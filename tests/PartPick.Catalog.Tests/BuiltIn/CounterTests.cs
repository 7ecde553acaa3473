namespace PartPick.Catalog.Tests.BuiltIn;

public class CounterTests
{
    // Makers' data sheets: stages 4 to 10 and 12 to 14 of a 14-stage counter with oscillator have a pin.
    [Theory]
    [InlineData("CNT-14-BS")]
    [InlineData("CNT-14-HC")]
    [InlineData("CNT-14-HCT")]
    public void A_14_stage_counter_has_the_usual_taps(string id) =>
        Assert.Equal([4, 5, 6, 7, 8, 9, 10, 12, 13, 14], Counter(id).Taps.AsEnumerable());

    [Fact]
    public void A_24_stage_counter_divides_a_fast_crystal_down_to_seconds()
    {
        Assert.Equal(Enumerable.Range(16, 9), Counter("CNT-24-BS").Taps);

        // 2^22 = 4 194 304 and 2^24 = 16 777 216: arithmetic. 4.194304 MHz gives 1 Hz at stage 22.
        Assert.Equal(1, 4194304 / Math.Pow(2, 22));
        Assert.Contains(22, Counter("CNT-24-BS").Taps);
        Assert.Contains(BuiltInParts.Catalog.Crystals, crystal => crystal.FrequencyHz == 4194304);
    }

    // B series: 3.5 or 4, 8 or 10, 12 or 15 MHz guaranteed at 5, 10, 15 V, typically twice that (memory; "12 MHz at 15 V" seen).
    [Theory]
    [InlineData(5, 3.5e6, 4e6)]
    [InlineData(10, 8e6, 10e6)]
    [InlineData(15, 12e6, 15e6)]
    public void The_B_series_counter_is_as_fast_as_the_family(double supply, double least, double most)
    {
        SupplyPoint point = Assert.Single(Counter("CNT-14-BS").Points, point => point.SupplyVolts == supply);
        Assert.InRange(point.ClockMinHz!.Value, least, most);
        Assert.Equal(2 * point.ClockMinHz.Value, point.ClockHz!.Value, 1);
    }

    [Fact]
    public void At_12_V_the_B_series_counter_reaches_18_432_MHz_typically_and_not_by_guarantee()
    {
        CounterPart counter = Counter("CNT-14-BS");
        Assert.True(At(counter, 12, point => point.ClockMinHz!.Value) < 18.432e6);
        Assert.InRange(At(counter, 12, point => point.ClockHz!.Value), 18.432e6, 22e6);
    }

    [Fact]
    public void The_HC_counter_reaches_87_MHz_typically_at_5_V() =>
        // 87 MHz typical at 5 V: makers' data sheets.
        Assert.InRange(At(Counter("CNT-14-HC"), 5, point => point.ClockHz!.Value), 85e6, 89e6);

    // 74HC/HCT4060 data sheet, December 1990: about 1.5, 7, 10 mS (values from memory).
    [Theory]
    [InlineData(2, 1.5e-3)]
    [InlineData(4.5, 7e-3)]
    [InlineData(6, 10e-3)]
    public void The_HC_counter_has_the_usual_transconductance(double supply, double siemens) =>
        Assert.InRange(At(Counter("CNT-14-HC"), supply, point => point.GmSiemens!.Value), siemens * 0.9, siemens * 1.1);

    private static CounterPart Counter(string id) => Assert.Single(BuiltInParts.Catalog.Counters, counter => counter.Id == id);

    private static double At(CounterPart counter, double supply, Func<SupplyPoint, double> figure)
    {
        var (low, high) = counter.Points.Neighbours().First(pair => pair.Second.SupplyVolts >= supply);
        double share = (supply - low.SupplyVolts) / (high.SupplyVolts - low.SupplyVolts);
        return figure(low) + (share * (figure(high) - figure(low)));
    }
}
###
▶ _EXERCISE GOAL_:
The lines from the start of the entries above through the line containing "public void A_14_stage_counter_has_the_usual_taps(string" are the ones to return, please; copy them exactly and include both ends.

▶ _EXERCISE ANSWER_:
filename tests/PartPick.Catalog.Tests/BuiltIn/CounterTests.cs
repository 7ecde553acaa3473
namespace PartPick.Catalog.Tests.BuiltIn;

public class CounterTests
{
    // Makers' data sheets: stages 4 to 10 and 12 to 14 of a 14-stage counter with oscillator have a pin.
    [Theory]
    [InlineData("CNT-14-BS")]
    [InlineData("CNT-14-HC")]
    [InlineData("CNT-14-HCT")]
    public void A_14_stage_counter_has_the_usual_taps(string id) =>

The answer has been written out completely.